Talking books

The link above is for my appearance on Litopia, a live Youtube show that looks at writers’ submissions.
This is live so there is no preparation we see the texts as they appear on the screen and have to respond within seconds with words of wisdom or advice. This was my second appearance and altogether more difficult than the first.
There is one submission where the author describes the genre as literary fiction. If you watch the link you will hear that I wasn’t impressed.
There is a supposed line between literary and genre fiction, literary is meant to be character-driven, while genre fiction is driven by plot. This line is as clear as mud. I emailed the author after the show and apologised for not giving any positives as part of my critique, but I would stand by my main point. There were a couple of pages of detailed description of the world without progressing the narrative or giving the reader anything to hold on to other than the ‘beauty of the writing. Beauty is in the eye of the beholder and I wasn’t seeing much. One of the most difficult things in writing is conveying a mood and emotion in as few words as possible because you want to take the reader with you. Even more than this you want to plant seeds in the mind of the reader that flower in their own imagination, so the story becomes part of their creation. They are creating the pictures to go along with your writing, it becomes a joint production. Less really is more.

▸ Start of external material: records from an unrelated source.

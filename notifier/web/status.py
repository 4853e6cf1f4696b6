"""What the operator's window shows, read from the store: each site's level and its data's
age, each source's health, the outbox, and the health verdict behind ``GET /health``.

Everything is read from the store at request time (the snapshot each cycle writes, the
alert states, the source-health counts, the delivery queue), so ``fogwatch serve`` shows
the same picture whether it runs beside the scheduler or on its own. Nothing here
recomputes an assessment. Subscribers' addresses never leave this module: a delivery
error that quotes one has it replaced by ``[address]``.
"""

from __future__ import annotations

import math
import re
from collections.abc import Iterable, Sequence
from dataclasses import dataclass, field
from datetime import datetime, timedelta
from typing import TYPE_CHECKING, Any

from notifier.core.timefmt import parse_iso

if TYPE_CHECKING:  # pragma: no cover
    from notifier.core.config import Config, Site
    from notifier.storage.outbox import Outbox
    from notifier.storage.store import Store

__all__ = [
    "GIVEN_UP_WINDOW",
    "Health",
    "OutboxView",
    "SiteView",
    "SourceView",
    "cycle_late_after",
    "health",
    "last_cycle",
    "outbox_view",
    "scrub",
    "site_views",
    "source_late_after",
    "source_views",
]

# a given-up delivery keeps /health at 503 for this long (common practice: a day, so the
# night's failures are still flagged at the morning check, but not for a fortnight)
GIVEN_UP_WINDOW = timedelta(hours=24)
# three missed runs before a source or the scheduler counts as late (common practice)
MISSED_RUNS = 3
_EMAIL = re.compile(r"[^\s<>@,;:\"']+@[^\s<>@,;:\"']+")


@dataclass
class SiteView:
    site: Site
    level: str = "none"
    hazards: list[dict[str, Any]] = field(default_factory=list)
    assessed_at: datetime | None = None
    since: datetime | None = None  # when the site's current level began
    data_last: datetime | None = None
    data_age_min: float | None = None
    stale: bool = False
    features: dict[str, Any] = field(default_factory=dict)


@dataclass
class SourceView:
    id: str
    type: str
    last_success: datetime | None
    age_s: float | None
    late: bool
    rows_ok: int = 0
    rows_rejected: int = 0
    polls: int = 0
    failures: int = 0
    last_error: str = ""


@dataclass
class OutboxView:
    counts: dict[str, int]
    problems: list[dict[str, Any]]


@dataclass
class Health:
    ok: bool
    reasons: list[str]
    checked_at: datetime
    last_cycle: datetime | None

    def to_json(self) -> dict[str, Any]:
        return {
            "status": "ok" if self.ok else "unhealthy",
            "reasons": self.reasons,
            "checked_at": self.checked_at.isoformat(),
            "last_cycle": self.last_cycle.isoformat() if self.last_cycle else None,
        }


def scrub(text: str | None, addresses: Iterable[str]) -> str:
    """``text`` with every known address and anything shaped like an email address
    replaced by ``[address]``.

    >>> scrub("550 no such user ann@farm.example", ["+440000"])
    '550 no such user [address]'
    """
    out = text or ""
    for address in sorted({a for a in addresses if a}, key=len, reverse=True):
        out = out.replace(address, "[address]")
    return _EMAIL.sub("[address]", out)


def last_cycle(store: Store) -> datetime | None:
    """When the newest cycle ran: the latest site snapshot any cycle wrote (a row, or
    a cycle's record of every site's snapshot)."""
    import sqlalchemy as sa

    from notifier.storage.migrations import site_status, snapshot_facts

    with store.engine.connect() as conn:
        times = [
            conn.execute(sa.select(sa.func.max(table.c.time))).scalar()
            for table in (site_status, snapshot_facts)
        ]
    newest = max((t for t in times if t), default=None)  # ISO texts of one width
    return parse_iso(newest) if newest else None


def site_views(
    outbox: Outbox, config: Config, now: datetime, site_ids: Sequence[str] | None = None
) -> list[SiteView]:
    """Every configured site's view, or those of ``site_ids`` (only their snapshots
    read and put into words)."""
    snaps = outbox.snapshots(site_ids)
    states = outbox.states()
    out = []
    wanted = None if site_ids is None else set(site_ids)
    for site in config.sites:
        if wanted is not None and site.id not in wanted:
            continue
        view = SiteView(site)
        snap = snaps.get(site.id)
        if snap is not None:
            when, level, payload = snap
            data = payload.get("data", {})
            view.level, view.assessed_at = level, when
            view.hazards = list(payload.get("hazards", []))
            view.features = dict(payload.get("features", {}))
            view.data_last = parse_iso(data.get("last_time"))
            if view.data_last is not None:
                view.data_age_min = max(0.0, (now - view.data_last).total_seconds() / 60)
                view.stale = view.data_age_min > config.alerts.stale_after / 60
            else:
                view.stale = True
            starts = [
                s.since
                for (sid, _), s in states.items()
                if sid == site.id and s.level == level and s.since is not None
            ]
            view.since = min(starts) if starts else None
        out.append(view)
    return out


def source_late_after(config: Config, source_id: str) -> float:
    """Seconds without a success before a source counts as late: three missed polls."""
    source = next(s for s in config.sources if s.id == source_id)
    return MISSED_RUNS * source.interval


def cycle_late_after(config: Config) -> float:
    """Seconds without a cycle before the scheduler counts as late: three missed runs."""
    return MISSED_RUNS * config.schedule.evaluate_every


def source_views(store: Store, config: Config, now: datetime) -> list[SourceView]:
    health_rows = {row["source_id"]: row for row in store.source_health()}
    out = []
    for source in config.sources:
        row = health_rows.get(source.id, {})
        last = row.get("last_success")
        age = (now - last).total_seconds() if last else None
        out.append(
            SourceView(
                id=source.id,
                type=source.type,
                last_success=last,
                age_s=age,
                late=age is None or age > source_late_after(config, source.id),
                rows_ok=int(row.get("rows_ok") or 0),
                rows_rejected=int(row.get("rows_rejected") or 0),
                polls=int(row.get("polls") or 0),
                failures=int(row.get("failures") or 0),
                last_error=str(row.get("last_error") or ""),
            )
        )
    return out


def known_addresses(config: Config, outbox: Outbox) -> set[str]:
    """Every address a delivery may carry: configured ones and those on queued rows."""
    found = {s.address for s in config.subscribers if s.address}
    found |= {s for sub in config.subscribers for s in sub.senders}
    found |= {r.address for r in outbox.deliveries() if r.address}
    return found


def outbox_view(outbox: Outbox, config: Config, limit: int = 10) -> OutboxView:
    """Counts by status, and the latest rows that failed, were given up or are retrying.

    Rows are shown by subscriber id and channel only, never by address."""
    addresses = known_addresses(config, outbox)
    rows = outbox.deliveries(["failed", "expired"])[-limit:]
    rows += [r for r in outbox.deliveries(["pending"]) if r.attempts][-limit:]
    problems = [
        {
            "status": "given up" if r.status == "expired" else r.status,
            "subscriber": r.subscriber,
            "channel": r.channel,
            "attempts": r.attempts,
            "created_at": r.created_at,
            "error": scrub(r.last_error, addresses),
        }
        for r in rows
    ]
    return OutboxView(outbox.backlog(), problems)


def health(store: Store, outbox: Outbox, config: Config, now: datetime) -> Health:
    """200 material when every source reported within its window, the last cycle is
    recent and nothing was given up in the last day; else the reasons."""
    reasons = []
    for view in source_views(store, config, now):
        if view.last_success is None:
            reasons.append(f"source {view.id}: no successful poll yet")
        elif view.late:
            reasons.append(
                f"source {view.id}: last success {_ago(view.age_s)} ago "
                f"(late after {_ago(source_late_after(config, view.id))})"
            )
    cycle = last_cycle(store)
    if cycle is None:
        reasons.append("no cycle has run yet")
    elif (now - cycle).total_seconds() > cycle_late_after(config):
        reasons.append(f"last cycle {_ago((now - cycle).total_seconds())} ago")
    recent = [
        r for r in outbox.deliveries(["failed", "expired"]) if now - r.created_at <= GIVEN_UP_WINDOW
    ]
    if recent:
        reasons.append(f"{len(recent)} delivery(ies) given up in the last 24 h")
    return Health(not reasons, reasons, now, cycle)


def _ago(seconds: float | None) -> str:
    if seconds is None or not math.isfinite(seconds):
        return "never"
    minutes = int(seconds // 60)
    return f"{minutes} min" if minutes < 120 else f"{minutes / 60:.1f} h"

This is Inspector Barlow returning home in The Wicklow Boys, which I hope will be out before Xmas.
He kicked his shoes off in the hallway. The cream carpet was still spotless a year after they had it installed, wall to wall. Cost an arm and leg, but kept the missus happy.
These couple of sentences give us an idea of the atmosphere in the house, and between man and wife, because you the reader fill in the gaps.

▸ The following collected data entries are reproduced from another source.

def _features_at(
    blk: _Block,
    st: _Sites,
    at: datetime,
    settings: FeatureSettings,
    later_sun: tuple[float, np.ndarray, np.ndarray, np.ndarray] | None,
) -> tuple[FeatureTable, tuple[float, np.ndarray, np.ndarray, np.ndarray]]:
    n = blk.n
    rows = blk.rows
    t_at = at.timestamp()

    hours = (blk.t - t_at) / 3600.0

    # ---- the observed window: columns lo:hi of each row ---------------------------------
    # and where, within it, the last hours of each kind begin (see _Block.bounds)
    hi, lo, recent_lo, trend_lo, water_lo, report_lo = blk.bounds(
        t_at,
        [
            ("t", 0.0, ">", t_at),
            ("t", 0.0, ">", t_at - settings.block_hours * 3600),
            ("h", 0.0, ">=", -settings.current_max_age_h),
            ("h", 0.0, ">=", -settings.trend_window_h),
            ("h", 0.0, ">=", -settings.water_max_age_h),
            ("t", 0.0, ">=", t_at - settings.current_max_age_h * 3600),
        ],
    )
    lo = np.minimum(lo, hi)
    recent_lo, trend_lo, water_lo, report_lo = (
        np.maximum(lo, bound) for bound in (recent_lo, trend_lo, water_lo, report_lo)
    )
    present_any = lo < hi
    last_col = np.maximum(hi - 1, 0)
    last_any = np.where(present_any, hours[rows, last_col], np.nan)
    last_time = t_at + last_any * 3600.0

    # ---- current values: the newest reading of each in the last hours -------------------
    a, b = _span(recent_lo, hi)
    recent = _in_range(a, b, recent_lo, hi)
    cur: dict[str, np.ndarray] = {}
    for name in _OBS_COLUMNS:
        if name != "water_temp_c":
            cur[name] = blk.newest(name, a, b, recent_lo, hi, recent)
    # water changes slowly: its newest reading in the whole window, if young enough;
    # only the sites with a water sensor at all are looked at
    cur["water_temp_c"] = np.full(n, np.nan)
    wet = blk.reports("water_temp_c")
    if wet.size:
        water_lo = water_lo[wet]
        wa, wb = _span(water_lo, hi[wet])
        cur["water_temp_c"][wet], _ = _latest(
            blk.block("water_temp_c")[wet, wa:wb], _in_range(wa, wb, water_lo, hi[wet])
        )

    # a reading with both temperature and dew point is the basis for moisture features
    temp_recent = blk.block("temp_c", a, b)
    dew_recent = blk.block("dewpoint_c", a, b)
    pair = recent & ~np.isnan(temp_recent) & ~np.isnan(dew_recent)
    temp_c, pair_col = _latest(temp_recent, pair)
    if b > a:
        dewpoint_c = np.where(pair_col >= 0, dew_recent[rows, np.maximum(pair_col, 0)], np.nan)
    else:
        dewpoint_c = np.full(n, np.nan)

    # ---- fall back to forecast rows for cloud and wind when the station has none ------
    fsidx, ft, fcols = blk.forecast
    near = (ft >= t_at - _FORECAST_BEFORE_S) & (ft <= t_at + 3 * 3600)
    for name in ("cloud_pct", "wind_ms"):
        fill = _first_per_site(fsidx[near], ft[near], fcols[name][near], n)
        cur[name] = np.where(np.isnan(cur[name]), fill, cur[name])

    with np.errstate(invalid="ignore"):
        depression = temp_c - dewpoint_c
        rh_pct = physics.relative_humidity_pct(temp_c, dewpoint_c)
        rh_pct = np.where(np.isnan(rh_pct), cur["rh_pct"], rh_pct)

    # ---- trend of the depression over the last hours (Theil–Sen) ----------------------
    a, b = _span(trend_lo, hi)
    h_tail = hours[:, a:b]
    d_tail = blk.block("temp_c", a, b) - blk.block("dewpoint_c", a, b)
    m_tail = _in_range(a, b, trend_lo, hi) & ~np.isnan(d_tail)
    h_use = np.where(m_tail, h_tail, np.nan)
    span = np.nanmax(h_use, axis=1, initial=-np.inf) - np.nanmin(h_use, axis=1, initial=np.inf)
    usable = (m_tail.sum(axis=1) >= 3) & (span >= settings.trend_min_span_h)
    trend = np.full(n, np.nan)
    if h_tail.shape[1] >= 2 and usable.any():
        # the slope is per row: when few rows will use it, only those are worked out
        pick = usable if usable.mean() < _SUBSET_SHARE else slice(None)
        d_use = np.where(m_tail[pick], d_tail[pick], np.nan)
        trend[pick] = physics.robust_slope_per_h(h_use[pick], d_use)
        trend = np.where(usable, trend, np.nan)
    # A slope below the sensors' resolution over the window is no trend (0.06 °C in
    # 3 h, common practice): without this a flat series reads as "saturation in 10^15 h".
    closing = np.where(trend <= -settings.min_closing_c_per_h, trend, 0.0)
    closing = np.where(np.isnan(trend), np.nan, closing)
    hours_to_saturation = physics.hours_to_zero(depression, closing)

    # ---- sun --------------------------------------------------------------------------
    last_sunset, next_sunrise, night = _sun(st, t_at, later_sun)
    sun = (t_at, last_sunset, next_sunrise, night)
    is_night = np.where(np.isnan(next_sunrise), np.nan, night.astype(float))
    hours_to_sunrise = (next_sunrise - t_at) / 3600.0
    hours_since_sunset = np.where(night, (t_at - last_sunset) / 3600.0, np.nan)
    sunset_h = (last_sunset - t_at) / 3600.0  # relative to at; negative at night
    # local midday of the day the coming or current night began (for Craddock–Pritchard
    # and the crossover temperature)
    offsets = st.zone_offsets_s(at)
    ref = np.where(np.isnan(last_sunset), t_at, np.where(night, last_sunset, t_at))
    local_midnight = np.floor((ref + offsets) / 86400.0) * 86400.0 - offsets
    noon_h = (local_midnight + 12 * 3600 - t_at) / 3600.0
    aft_lo = noon_h
    aft_hi = noon_h + 6.0
    since_lo, noon_lo, noon_hi, aft_start, aft_stop = blk.bounds(
        t_at,
        [
            ("h", 0.0, ">=", sunset_h),
            ("h", noon_h, ">=", -1.5),
            ("h", noon_h, ">", 1.5),
            ("h", 0.0, ">=", aft_lo),
            ("h", 0.0, ">=", aft_hi),
        ],
    )
    since_lo = np.where(night, np.maximum(lo, since_lo), hi)

    # ---- radiation and cooling potential ------------------------------------------------
    vp = physics.vapor_pressure_hpa(dewpoint_c)
    eps_clear = physics.clear_sky_emissivity(temp_c, vp)
    eps = physics.cloudy_sky_emissivity(eps_clear, cur["cloud_pct"])
    net_lw = physics.net_longwave_loss_wm2(
        temp_c,
        eps,
        surface_temp_c=np.where(np.isnan(cur["surface_temp_c"]), temp_c, cur["surface_temp_c"]),
        surface_emissivity=settings.surface_emissivity,
        sky_view_factor=st.sky_view,
    )
    wind = cur["wind_ms"]
    with np.errstate(invalid="ignore"):
        wind_factor = np.clip(
            (settings.wind_no_cooling_ms - wind)
            / (settings.wind_no_cooling_ms - settings.wind_full_cooling_ms),
            0.0,
            1.0,
        )
        cooling_potential = np.clip(
            np.clip(net_lw / settings.full_loss_wm2, 0.0, 1.0) * wind_factor * st.cooling_factor,
            0.0,
            1.0,
        )

    # ---- projected minimum -------------------------------------------------------------
    method = np.full(n, "", dtype=object)
    proj = np.full(n, np.nan)
    proj_dew = dewpoint_c.copy()
    hours_to_crossing = np.full(n, np.nan)
    fit_t0 = np.full(n, np.nan)
    fit_k = np.full(n, np.nan)
    min_offset = st.min_offset

    # (1) forecast rows for the coming or current night
    if fsidx.size:
        horizon = next_sunrise[fsidx] + 3600.0
        inwin = (ft >= t_at) & (ft <= horizon) & ~np.isnan(fcols["temp_c"])
        fmin, fdew = _min_per_site(
            fsidx[inwin], fcols["temp_c"][inwin], fcols["dewpoint_c"][inwin], n
        )
        has_fc = ~np.isnan(fmin)
        with np.errstate(invalid="ignore"):
            shifted = fmin + min_offset * np.nan_to_num(cooling_potential)
        proj = np.where(has_fc, shifted, proj)
        proj_dew = np.where(has_fc & ~np.isnan(fdew), fdew, proj_dew)
        method[has_fc] = "forecast"

    # (2) Brunt's square-root law fitted to tonight's own readings
    a, b = _span(since_lo, hi)
    h_tail = hours[:, a:b]
    tc_tail = blk.block("temp_c", a, b)
    m_tail = _in_range(a, b, since_lo, hi) & ~np.isnan(tc_tail)
    x = np.where(m_tail, h_tail - sunset_h[:, None], np.nan)
    y = np.where(m_tail, tc_tail, np.nan)
    if x.shape[1] >= 3:
        # per row again: a site with a forecast minimum or too few points needs no fit
        t0 = np.full(n, np.nan)
        k = np.full(n, np.nan)
        need = np.isnan(proj) & (m_tail.sum(axis=1) >= 3)
        if need.any():
            pick = need if need.mean() < _SUBSET_SHARE else slice(None)
            t0[pick], k[pick] = physics.fit_sqrt_cooling(x[pick], y[pick])
        fit_span = np.nanmax(x, axis=1, initial=-np.inf) - np.nanmin(x, axis=1, initial=np.inf)
        fit_ok = ~np.isnan(k) & (fit_span >= settings.fit_min_span_h) & np.isnan(proj)
        night_len = (next_sunrise - last_sunset) / 3600.0
        with np.errstate(invalid="ignore"):
            at_sunrise = physics.project_sqrt_cooling_c(t0, np.maximum(k, 0.0), night_len)
            fitted = np.fmin(at_sunrise, temp_c)
            cross_h = np.where(
                (k > 0) & (temp_c > dewpoint_c),
                ((t0 - dewpoint_c) / np.where(k > 0, k, np.nan)) ** 2,
                np.nan,
            )
            cross_from_now = cross_h - hours_since_sunset
            cross_ok = fit_ok & (cross_from_now >= 0) & (cross_h <= night_len)
        proj = np.where(fit_ok, fitted, proj)
        method[fit_ok] = "cooling-fit"
        fit_t0 = np.where(fit_ok, t0, np.nan)
        fit_k = np.where(fit_ok, k, np.nan)
        hours_to_crossing = np.where(cross_ok, cross_from_now, np.nan)

    # (3) Craddock & Pritchard (1951) from the readings nearest local midday
    noon_lo = np.maximum(lo, noon_lo)
    noon_hi = np.minimum(hi, noon_hi)
    a, b = _span(noon_lo, noon_hi)
    t12 = np.full(n, np.nan)
    td12 = np.full(n, np.nan)
    if b > a:
        h_band = hours[:, a:b]
        temp_band = blk.block("temp_c", a, b)
        dew_band = blk.block("dewpoint_c", a, b)
        near_noon = _in_range(a, b, noon_lo, noon_hi) & ~np.isnan(temp_band) & ~np.isnan(dew_band)
        dist = np.where(near_noon, np.abs(h_band - noon_h[:, None]), np.inf)
        best = np.argmin(dist, axis=1)
        has_noon = np.isfinite(dist[rows, best])
        t12 = np.where(has_noon, temp_band[rows, best], np.nan)
        td12 = np.where(has_noon, dew_band[rows, best], np.nan)
    # K from −2.2 (calm, clear) to +2.5 (windy, cloudy) — the published end members,
    # interpolated by cooling potential (our choice).
    k_cp = 2.5 - 4.7 * cooling_potential
    with np.errstate(invalid="ignore"):
        cp_min = physics.craddock_pritchard_min_c(t12, td12, k_cp) + min_offset * np.nan_to_num(
            cooling_potential
        )
        cp_min = np.fmin(cp_min, np.where(night, temp_c, np.nan))
    use_cp = np.isnan(proj) & ~np.isnan(cp_min)
    proj = np.where(use_cp, cp_min, proj)
    method[use_cp] = "midday-estimate"

    with np.errstate(invalid="ignore"):
        min_margin = proj - proj_dew

    # ---- crossover temperature: the afternoon's lowest dew point ---------------------------
    aft_start = np.maximum(lo, aft_start)
    aft_stop = np.minimum(hi, aft_stop)
    a, b = _span(aft_start, aft_stop)
    crossover = np.full(n, np.nan)
    if b > a:
        dew_band = blk.block("dewpoint_c", a, b)
        aft = _in_range(a, b, aft_start, aft_stop) & ~np.isnan(dew_band)
        lowest = np.where(aft, dew_band, np.inf).min(axis=1)
        # none in the window (or an infinite reading) is unknown
        crossover = np.where(np.isinf(lowest), np.nan, lowest)

    # ---- surfaces, water, wind sector ----------------------------------------------------
    frost_point = physics.frost_point_from_dewpoint_c(dewpoint_c)
    with np.errstate(invalid="ignore"):
        deposit_ref = np.where(dewpoint_c <= 0, frost_point, dewpoint_c)
        surface_margin = cur["surface_temp_c"] - deposit_ref
        dew_minus_water = dewpoint_c - cur["water_temp_c"]
        water_minus_air = cur["water_temp_c"] - temp_c
    onshore = _onshore(st.onshore_lo, st.onshore_hi, cur["wind_dir_deg"], wind)

    # ---- what is being observed -------------------------------------------------------
    fog, mist, fzfg = _observed(blk, report_lo, hi, cur["temp_c"], rh_pct)

    with np.errstate(invalid="ignore"):
        # Once tonight's cooling curve is fitted it says when the air meets the dew point
        # (NaN: not before sunrise); a straight-line trend over the first hours after
        # sunset would overshoot, as cooling is fastest then (Brunt's law), so the trend
        # is used only before sunset or once the evening transition is over.
        has_fit = ~np.isnan(fit_k)
        transition = night & (hours_since_sunset < settings.evening_transition_h)
        hours_to_fog = np.where(
            has_fit, hours_to_crossing, np.where(transition, np.nan, hours_to_saturation)
        )
        # a closed depression is saturation now, whatever the curve says
        hours_to_fog = np.where(hours_to_saturation == 0.0, 0.0, hours_to_fog)
        data_age = np.where(np.isnan(last_any), np.inf, 0.0 - last_any * 60.0)

    values = {
        "temp_c": temp_c,
        "dewpoint_c": dewpoint_c,
        "rh_pct": rh_pct,
        "dewpoint_depression_c": depression,
        "depression_trend_c_per_h": trend,
        "hours_to_saturation": hours_to_saturation,
        "hours_to_crossing": hours_to_crossing,
        "hours_to_fog": hours_to_fog,
        "projected_min_temp_c": proj,
        "min_margin_c": min_margin,
        "crossover_temp_c": crossover,
        "min_minus_crossover_c": proj - crossover,
        "cloud_pct": cur["cloud_pct"],
        "wind_ms": wind,
        "net_longwave_wm2": net_lw,
        "cooling_potential": cooling_potential,
        "is_night": is_night,
        "hours_to_sunrise": hours_to_sunrise,
        "hours_since_sunset": hours_since_sunset,
        "surface_temp_c": cur["surface_temp_c"],
        "frost_point_c": frost_point,
        "surface_minus_frost_point_c": surface_margin,
        "water_temp_c": cur["water_temp_c"],
        "dewpoint_minus_water_c": dew_minus_water,
        "water_minus_air_c": water_minus_air,
        "onshore": onshore,
        "visibility_m": cur["visibility_m"],
        "observed_fog": fog,
        "observed_mist": mist,
        "observed_freezing_fog": fzfg,
        "data_age_min": data_age,
    }
    values = {k: np.asarray(v, dtype=float) for k, v in values.items()}
    table = FeatureTable(
        at=at,
        site_ids=st.ids,
        values=values,
        projection_method=method,
        last_time=last_time,
        fit_t0_c=fit_t0,
        fit_k_per_sqrt_h=fit_k,
        last_sunset=last_sunset,
    )
    return table, sun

I wrote this sentence in Under The Bridge,
Panic and hope were two butterflies that fluttered round in Vinny’s stomach as he cycled along the busy streets of Liverpool.
A professional editor described this as self-indulgent writing, and I can see his point. The author (me) was enjoying writing and playing with the words. This was noted as a negative thing, and I understood. Writing to show your cleverness, is different from writing to tell a story. The challenge is to find a balance that works for the publisher, author and reader.
I would be more sympathetic to writing of this kind if it were commenting on real-world problems, rather than an absurdist sci-fi novel about a rocket to the moon. James Baldwin is one of those writers for me who manages to combine prose, poetry and meaning.
Not everything that is faced can be changed, but nothing can be changed until it is faced.
This is perfect for The Wicklow Boys.
People are trapped in history and history is trapped in them.
All of this is in the framework of ‘what sells’, and the purpose of Litopia is to help people on the road to publication. My comments on this appear at around 38.30, not my most articulate presentation but you might find the show interesting.